Apakah Dapur MBG Bisa Memakai Genset Portable? 7 Solusi Praktis untuk SPPG

Dapur MBG bisa menggunakan genset portable. Pilihan ini direkomendasikan untuk SPPG skala kecil hingga menengah yang belum memiliki instalasi listrik permanen atau beroperasi di wilayah dengan pasokan PLN yang belum stabil.

Sebagai cadangan listrik, genset portable cukup fleksibel dan lebih terjangkau dibanding genset stasioner. Selain itu, genset portable untuk dapur MBG tidak memerlukan instalasi khusus sehingga cukup mudah digunakan. 

Berikut tujuh solusi praktis memilih dan menggunakan genset portable untuk dapur MBG, mulai dari menentukan kapasitas yang tepat hingga tips operasional yang aman. Sebelumnya, simak mengapa genset portable bisa menjadi pilihan praktis untuk program MBG.

Apa Kelebihan Genset Portable untuk Dapur MBG?

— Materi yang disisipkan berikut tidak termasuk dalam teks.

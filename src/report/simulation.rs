//! What a kinetics run writes: concentration and photon CSVs, the summary JSON, and plots.

use crate::kinetics::ledger::Ledger;
use crate::kinetics::{Method, Stop, Trajectory};
use crate::model::Model;
use crate::network::Network;
use crate::report::csv_out::{CsvTable, opt_sci, sci};
use plotters::prelude::*;
use serde::Serialize;

/// The cautions every report carries.
pub const CAUTIONS: &str = "UV and intense visible light damage eyes and skin; lamps run hot; many photochemical \
feedstocks are toxic. Local regulations and institutional safety practice take precedence.";

/// Assumptions of the kinetics model, stated in every summary.
pub const ASSUMPTIONS: &str = "well-stirred cell; light enters one face and crosses the stated path length; \
absorbances add (Beer–Lambert); transients are collapsed into effective quantum yields; mass-action thermal kinetics";

/// concentrations.csv: time and every species, units in the header.
pub fn concentrations_csv(model: &Model, tr: &Trajectory) -> String {
    let mut bytes = Vec::new();
    let _ = write_concentrations_csv(model, tr, &mut bytes);
    String::from_utf8(bytes).unwrap_or_default()
}

/// [`concentrations_csv`] streamed into `w` row by row.
pub fn write_concentrations_csv(model: &Model, tr: &Trajectory, w: impl std::io::Write) -> std::io::Result<()> {
    let mut header = vec!["time (s)".to_string()];
    header.extend(model.species.iter().map(|n| format!("{n} (mol/L)")));
    let mut t = CsvTable::to_writer(w, header);
    for (time, y) in tr.times.iter().zip(&tr.states) {
        t.row(std::iter::once(sci(*time)).chain(y[..model.n_species()].iter().map(|v| sci(*v))));
    }
    t.flush()
}

/// photons.csv: cumulative photons (einstein) incident, absorbed by each absorber,
/// background, transmitted, and per outcome; and photons per molecule of each product reached
/// through a photochemical step (thermal co-products have no photon cost).
pub fn photons_csv(model: &Model, tr: &Trajectory) -> String {
    let mut bytes = Vec::new();
    let _ = write_photons_csv(model, tr, &mut bytes);
    String::from_utf8(bytes).unwrap_or_default()
}

/// [`photons_csv`] streamed into `w` row by row.
pub fn write_photons_csv(model: &Model, tr: &Trajectory, w: impl std::io::Write) -> std::io::Result<()> {
    let mut header = vec!["time (s)".to_string(), "incident (einstein)".to_string()];
    for a in &model.absorbers {
        header.push(format!("absorbed by {} (einstein)", model.species[*a]));
    }
    header.push("background (einstein)".into());
    header.push("transmitted (einstein)".into());
    for o in &model.outcomes {
        header.push(format!(
            "{}{} (einstein)",
            o.label,
            if o.returns { " [return]" } else { "" }
        ));
    }
    for p in model.photoproducts() {
        header.push(format!("photons per {} (1)", model.species[p]));
    }
    let mut t = CsvTable::to_writer(w, header);
    for (k, (time, y)) in tr.times.iter().zip(&tr.states).enumerate() {
        let l = tr.ledger(model, k);
        let mut row = vec![sci(*time), sci(l.incident)];
        row.extend(l.by_absorber.iter().map(|a| sci(a.absorbed)));
        let bg = l.background();
        let tr_ = l.transmitted();
        row.push(sci(bg));
        row.push(sci(tr_));
        row.extend((0..model.outcomes.len()).map(|o| sci(y[tr.layout.outcome(o)] * model.volume)));
        row.extend(l.products.iter().map(|p| opt_sci(p.photons_per_molecule)));
        t.row(row);
    }
    t.flush()
}

/// The summary of a run, as written to summary.json.
#[derive(Debug, Serialize)]
pub struct Summary {
    /// Network name.
    pub network: String,
    /// True for an invented scenario.
    pub invented: bool,
    /// photoledger version.
    pub version: String,
    /// End time reached, s.
    pub end_time_s: f64,
    /// How the run stopped.
    pub stopped_by: String,
    /// Integrator, and why it was chosen.
    pub method: MethodSummary,
    /// Final concentrations, mol/L, by species.
    pub final_concentrations_mol_per_l: Vec<(String, f64)>,
    /// Volume of the solution, L: amounts in mol (the ledger's `formed`) are concentrations
    /// times it, and their round-off limit is `method.atol` times it.
    pub volume_l: f64,
    /// The unit of every photon amount in `photons`.
    pub photon_unit: String,
    /// The photon ledger at the end (amounts in einstein).
    pub photons: Ledger,
    /// Runs repeated with tighter tolerances because the one before gave a concentration or
    /// photon count below zero beyond the tolerance (`kinetics::check`), first to last.
    pub retries: Vec<RetrySummary>,
    /// What the floors took as zero (`model::floor`): lights under the light floor, thermal
    /// steps under the rate floor.
    pub floored: FlooredSummary,
    /// The daily light schedule the run followed (None: the light was on throughout).
    pub light_schedule: Option<LightSchedule>,
    /// Model assumptions.
    pub assumptions: String,
    /// Safety cautions.
    pub cautions: String,
}

/// A run repeated with tighter tolerances.
#[derive(Debug, Serialize)]
pub struct RetrySummary {
    /// Relative tolerance of the repeated run.
    pub rtol: f64,
    /// Absolute tolerance of the repeated run, mol/L.
    pub atol: f64,
    /// What the run before gave, in words.
    pub because: String,
}
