/// The text `ledger` adds to a chain that ends: cycles, lifetimes, routes.
pub fn paths_text(p: &Paths) -> String {
    let mut o = String::new();
    if let Some(c) = &p.cycles {
        let shown: Vec<&str> = c.partners.iter().take(3).map(String::as_str).collect();
        let more = c.partners.len().saturating_sub(shown.len());
        let _ = writeln!(
            o,
            "\n  switching cycles before the molecule ends (a cycle: a molecule of {} goes to {}{} and comes back)",
            c.form,
            shown.join(" or "),
            if more > 0 {
                format!(" (or {more} other species)")
            } else {
                String::new()
            }
        );
        let _ = write!(o, "    mean {}, sd {}", display::number(c.mean), display::number(c.sd));
        if let (Some(m), Some(a), Some(b)) = (c.median, c.p05, c.p95) {
            let _ = write!(o, "; median {m}, 90 % between {a} and {b}");
        }
        let _ = writeln!(
            o,
            "{}",
            if c.truncated {
                " (distribution stopped at the count limit: raise --max-photons, which limits cycle counts too)"
            } else {
                ""
            }
        );
        let _ = writeln!(
            o,
            "    ends before completing the next cycle with probability {}: every return starts afresh, so \
             the count is geometric (cycle_counts.csv)",
            display::number(1.0 / (1.0 + c.mean))
        );
    }
    o.push_str(&lifetimes_text(&p.lifetimes));
    for e in &p.routes {
        let _ = writeln!(
            o,
            "\n  routes to {} (loops erased; ⇒ a photon absorbed): {} route{} covering {} of its yield {}{}",
            e.end,
            e.routes.len(),
            if e.routes.len() == 1 { "" } else { "s" },
            share(e.covered),
            share(e.yield_fraction),
            match e.stopped {
                "covered" | "all" => String::new(),
                "top" => format!(
                    "; the rest, {}, on routes below the top {}",
                    share((e.yield_fraction - e.covered).max(0.0)),
                    e.routes.len()
                ),
                _ => format!(
                    "; the search stopped at its limit, {} of the yield on routes not listed",
                    share((e.yield_fraction - e.covered).max(0.0))
                ),
            }
        );
        for r in &e.routes {
            let _ = writeln!(o, "    {:>10}  {}", share(r.probability), route_line(r));
            if let Some(j) = &r.judgement {
                let what = match j.verdict {
                    "light" => {
                        let mut w = format!(
                            "needs light: {} photon{}",
                            j.photons,
                            if j.photons == 1 { "" } else { "s" }
                        );
                        if !j.excited.is_empty() {
                            w.push_str(&format!(", through {}", j.excited.join(", ")));
                        } else {
                            w.push_str(", through an excited state");
                        }
                        w
                    }
                    "ground" => "could run on the ground state within the window".into(),
                    "too slow" => "on the ground state, but too slow within the window".into(),
                    _ => "on the ground state; a thermal step has no rate to judge".into(),
                };
                let _ = writeln!(o, "                {what}");
                for (name, _, words) in &j.thermal {
                    let _ = writeln!(o, "                  thermal \"{name}\": {words}");
                }
            }
        }
    }
    if let Some(w) = p.window_s {
        let _ = writeln!(
            o,
            "  (thermal steps judged alone for a 50 % chance of crossing within {}, as `barrier` does)",
            format_time(w)
        );
    } else if p.routes.iter().any(|e| !e.routes.is_empty()) {
        let _ = writeln!(o, "  (give --window DURATION to judge each route's thermal steps)");
    }
    o
}
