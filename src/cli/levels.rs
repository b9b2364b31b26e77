//! `photoledger levels FILE [--target EXPR] [--until DURATION] [--data DATA... [--free KEYS]]`:
//! the network under each of its labelled sets of values (`[[level]]`), side by side.

use super::fit::{Limits, bar, not_converged, read_data};
use super::output::{out, outln};
use super::{Exit, NetworkArgs, load, print_warnings};
use photoledger::Error;
use photoledger::fit::mechanism::FitOptions;
use photoledger::levels::{self, LevelOptions};
use photoledger::report::{levels as report, write_atomic};
use std::path::PathBuf;

/// Options of `levels`.
#[derive(clap::Args, Debug)]
pub struct LevelsArgs {
    #[command(flatten)]
    pub net: NetworkArgs,
    /// A target to reach under each set, as for `plan`, e.g. "ring > 50 %".
    #[arg(long, value_name = "EXPR")]
    pub target: Option<String>,
    /// The time at which the products are compared, e.g. "2 h" (default: the longest automatic
    /// horizon of the sets, rounded up).
    #[arg(long, value_name = "DURATION", allow_hyphen_values = true)]
    pub until: Option<String>,
    /// Data to score each set against: time-course CSV files or experiments TOML files.
    #[arg(long, num_args = 1.., value_name = "FILE")]
    pub data: Vec<PathBuf>,
    /// Keys refitted under every set (comma-separated or repeated); needs --data.
    #[arg(long, value_name = "KEYS", value_delimiter = ',')]
    pub free: Vec<String>,
    /// Number of starts of each refit.
    #[arg(long, default_value_t = 1, allow_negative_numbers = true)]
    pub starts: usize,
    /// Seed of the random starts.
    #[arg(long, default_value_t = 1, allow_negative_numbers = true)]
    pub seed: u64,
    #[command(flatten)]
    pub limits: Limits,
    #[command(flatten)]
    pub output: super::Outputs,
}

/// Run `levels`.
pub fn run(a: &LevelsArgs) -> photoledger::Result<Exit> {
    let free: Vec<String> = a
        .free
        .iter()
        .map(|k| k.trim().to_string())
        .filter(|k| !k.is_empty())
        .collect();
    if !free.is_empty() && a.data.is_empty() {
        return Err(Error::Usage("--free refits against data: give --data too".into()));
    }
    let opts = a.limits.apply(FitOptions {
        starts: a.starts.max(1),
        seed: a.seed,
        ..FitOptions::default()
    })?;
    let net = load(&a.net)?;
    print_warnings(&net);
    let q = photoledger::units::Quantity::Time;
    let until = a
        .until
        .as_deref()
        .map(|d| {
            photoledger::units::parse(d, q)
                .map_err(|e| Error::Usage(format!("--until: {e}; expected {}", q.accepted())))
        })
        .transpose()?;
    if until.is_some_and(|t| !(t > 0.0 && t.is_finite())) {
        return Err(Error::Usage("--until: the time must be positive".into()));
    }
    let c = levels::compare(
        &net,
        &LevelOptions {
            target: a.target.clone(),
            until,
        },
    )?;
    let scores = if a.data.is_empty() {
        None
    } else {
        let experiments = read_data(&a.data)?;
        let pb = bar(opts.max_evaluations, "levels");
        let s = levels::score::score(&net, &experiments, &free, &opts, &|p| {
            pb.set_position(p.evaluations as u64);
        });
        pb.finish_and_clear();
        Some(s?)
    };
    let dir = a.output.dir(&a.net.file, "levels");
    let json = serde_json::to_string_pretty(&report::json(&c, scores.as_ref()))
        .map_err(|e| Error::Numerical(e.to_string()))?;
    let folder = photoledger::file::folder::Folder::begin(&dir)?;
    write_atomic(&folder.join("summary.json"), json.as_bytes())?;
    write_atomic(&folder.join("observables.csv"), report::observables_csv(&c).as_bytes())?;
    if let Some(s) = &scores {
        write_atomic(&folder.join("scores.csv"), report::scores_csv(s).as_bytes())?;
    }
    folder.commit()?;
    if a.output.json {
        outln!("{json}")?;
    } else {
        out!("{}", report::text(&net.about.name, &c))?;
        if let Some(s) = &scores {
            out!("{}", report::scores_text(s))?;
        }
        outln!(
            "wrote {}/ (summary.json, observables.csv{})",
            dir.display(),
            if scores.is_some() { ", scores.csv" } else { "" }
        )?;
    }
    let mut code = Exit::Success;
    if let Some(cmp) = scores.as_ref().and_then(|s| s.refit.as_ref()) {
        for (label, f) in &cmp.fits {
            if not_converged(label, &f.result) != Exit::Success {
                code = Exit::StoppedAtLimit;
            }
        }
    }
    Ok(code)
}
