//! `photoledger report FILE [--until DURATION] [--target EXPR] [--barrier-window DURATION]
//! [--data DATA... [--free KEYS] [--rival OTHER.toml ...]] -o report.html`:
//! run what applies to the network and write one self-contained HTML page.

use super::output::{noteln, outln};
use super::{Exit, NetworkArgs, load, print_warnings};
use photoledger::fit::mechanism::FitOptions;
use photoledger::model::Model;
use photoledger::report::html::{self, Meta, date};
use photoledger::report::write_atomic;
use photoledger::study::{self, StudyOptions};
use std::path::PathBuf;

/// Options of `report`.
#[derive(clap::Args, Debug)]
pub struct ReportArgs {
    #[command(flatten)]
    pub net: NetworkArgs,
    /// How long to irradiate, e.g. "2 h" (default: from the kinetics, until the --target or 99 %
    /// conversion of the limiting reagent, or until nothing changes, capped at a year, rounded up).
    #[arg(long, allow_hyphen_values = true, value_name = "DURATION")]
    pub until: Option<String>,
    /// Add a plan for this target (as for `plan --target`), e.g. "product > 80 %": time to it,
    /// photon dose and energy, products, and the time at other lamp powers.
    #[arg(long, value_name = "EXPR")]
    pub target: Option<String>,
    /// Add barrier verdicts on every step with a rate against this window, e.g. "10 min".
    #[arg(long, allow_hyphen_values = true, value_name = "DURATION")]
    pub barrier_window: Option<String>,
    /// Fit the network to these data (time-course CSV or experiments TOML files, repeatable) and
    /// add a fit section, as `fit` does.
    #[arg(long, num_args = 1.., value_name = "FILE")]
    pub data: Vec<PathBuf>,
    /// Free parameters as --set keys, comma-separated or repeated (default: the file's [fit] free list).
    #[arg(long, value_delimiter = ',', value_name = "KEYS", requires = "data")]
    pub free: Vec<String>,
    /// A rival network to fit to the same data and rank against this one, as `compare` does (repeatable).
    #[arg(long, value_name = "OTHER.toml", requires = "data")]
    pub rival: Vec<PathBuf>,
    /// Where to write the page (default: the network file's name followed by "-report.html").
    // `--out` is still read as this file (a hidden alias) for scripts written before the
    // convention; help shows -o/--output only.
    #[arg(short = 'o', long = "output", alias = "out", value_name = "HTML")]
    pub output: Option<PathBuf>,
    /// Print what was written as JSON (the page, its sections, the horizon in seconds, the
    /// target reached or not) instead of the text.
    #[arg(long)]
    pub json: bool,
}

/// The command line as typed, each argument quoted for a POSIX shell when it needs it.
fn command_line() -> String {
    let safe = |c: char| c.is_ascii_alphanumeric() || "-_./=:,+@%".contains(c);
    let mut args = std::env::args();
    let mut parts = vec!["photoledger".to_string()];
    args.next();
    for a in args {
        if !a.is_empty() && a.chars().all(safe) {
            parts.push(a);
        } else {
            parts.push(format!("'{}'", a.replace('\'', "'\\''")));
        }
    }
    parts.join(" ")
}

/// Run `report`; [`Exit::Unreachable`] when a `--target` is not reachable (the page is
/// written all the same, its plan section saying why).
pub fn run(a: &ReportArgs) -> photoledger::Result<Exit> {
    let net = load(&a.net)?;
    print_warnings(&net);
    let opts = StudyOptions {
        until: a
            .until
            .as_deref()
            .map(|t| super::values::duration("until", t))
            .transpose()?,
        barrier_window: a
            .barrier_window
            .as_deref()
            .map(|t| super::values::duration("barrier-window", t))
            .transpose()?,
        target: a.target.clone(),
    };
    let mut model = Model::compile(&net);
    if let Some(t) = &opts.target {
        // The photon ledger follows the target's species (its inner filter and photoreactants).
        model.follow(vec![photoledger::plan::target::parse(t, &model)?.species]);
    }
    let mut found = study::run(&net, &model, &opts)?;
    if !a.data.is_empty() {
        let experiments = super::fit::read_data(&a.data)?;
        let loaded = photoledger::file::load(&a.net.file)?;
        let candidate = (a.net.file.display().to_string(), net.clone(), loaded.free_keys(&a.free));
        let rivals = a
            .rival
            .iter()
            .map(|p| {
                let l = photoledger::file::load(p)?;
                let n = photoledger::network::build(&l, &photoledger::Overrides::none())?;
                Ok((p.display().to_string(), n, l.free_keys(&[])))
            })
            .collect::<photoledger::Result<Vec<_>>>()?;
        found.fit = Some(study::fit_study(
            &candidate,
            experiments,
            &rivals,
            &FitOptions::default(),
        )?);
    }
    let meta = Meta {
        command_line: command_line(),
        date: date::now_utc(),
    };
    let page = html::render(&net, &model, &found, &meta);
    let out = a
        .output
        .clone()
        .unwrap_or_else(|| super::default_file(&a.net.file, "report", "html"));
    write_atomic(&out, page.as_bytes())?;
    match (&found.chain, &found.closed) {
        (Err(_), Some(_)) => noteln!(
            "note: no molecule ends in this network; the single-molecule section gives its photostationary state"
        ),
        (Err(why), None) => noteln!("note: no single-molecule section: {why}"),
        _ => {}
    }
    // A target given and not reachable is the answer "not reachable" (exit 5), as for `plan`.
    let missed = found.plan.as_ref().filter(|p| p.plan.time.is_none());
    if a.json {
        let sections: Vec<&str> = html::SECTIONS
            .iter()
            .map(|(id, _)| *id)
            .filter(|id| page.contains(&format!("id=\"{id}\"")))
            .collect();
        super::print_json(&serde_json::json!({
            "network": net.about.name,
            "file": out.display().to_string(),
            "size_bytes": page.len(),
            "sections": sections,
            "until_s": found.until,
            "target": found.plan.as_ref().map(|p| p.plan.target.text.clone()),
            "time_to_target_s": found.plan.as_ref().and_then(|p| p.plan.time),
        }))?;
    } else {
        outln!("wrote {} ({} kB)", out.display(), page.len().div_ceil(1024))?;
    }
    if let Some(p) = missed.filter(|_| !a.json) {
        let plan = &p.plan;
        outln!(
            "NOT REACHABLE: \"{}\": {} (see the plan section; exit 5)",
            plan.target.text,
            plan.unreachable.as_ref().map_or("not reached", |u| u.why.words())
        )?;
    }
    Ok(if missed.is_some() {
        Exit::Unreachable
    } else {
        Exit::Success
    })
}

Genset portable menawarkan beberapa keunggulan yang relevan untuk kebutuhan operasional dapur SPPG, terutama bagi mitra MBG yang baru memulai atau belum memiliki lokasi dapur permanen.

Kelebihan genset portable terletak pada harganya yang relatif terjangkau, mudah dioperasikan, dan penggunaannya cukup fleksibel. Berikut kelebihan selengkapnya.

  • Harga lebih terjangkau: Cocok untuk mitra SPPG dengan modal awal terbatas
  • Tidak perlu instalasi tetap: Genset bisa langsung digunakan tanpa pondasi atau pemasangan permanen
  • Fleksibel dipindah: Ideal untuk dapur yang masih berstatus sewa atau berpindah lokasi
  • Mudah dioperasikan: Tidak membutuhkan teknisi khusus untuk menghidupkan atau merawatnya
  • Tersedia luas di pasaran: Suku cadang dan servis genset mudah ditemukan di kota maupun daerah

Berdasarkan juknis dapur SPPG yang ditetapkan BGN, genset cadangan yang dipasang di dapur MBG umumnya berkapasitas pada kisaran 10.000–15.000 watt (10–15 kVA) untuk melayani operasional 1.000–1.500 porsi per hari. 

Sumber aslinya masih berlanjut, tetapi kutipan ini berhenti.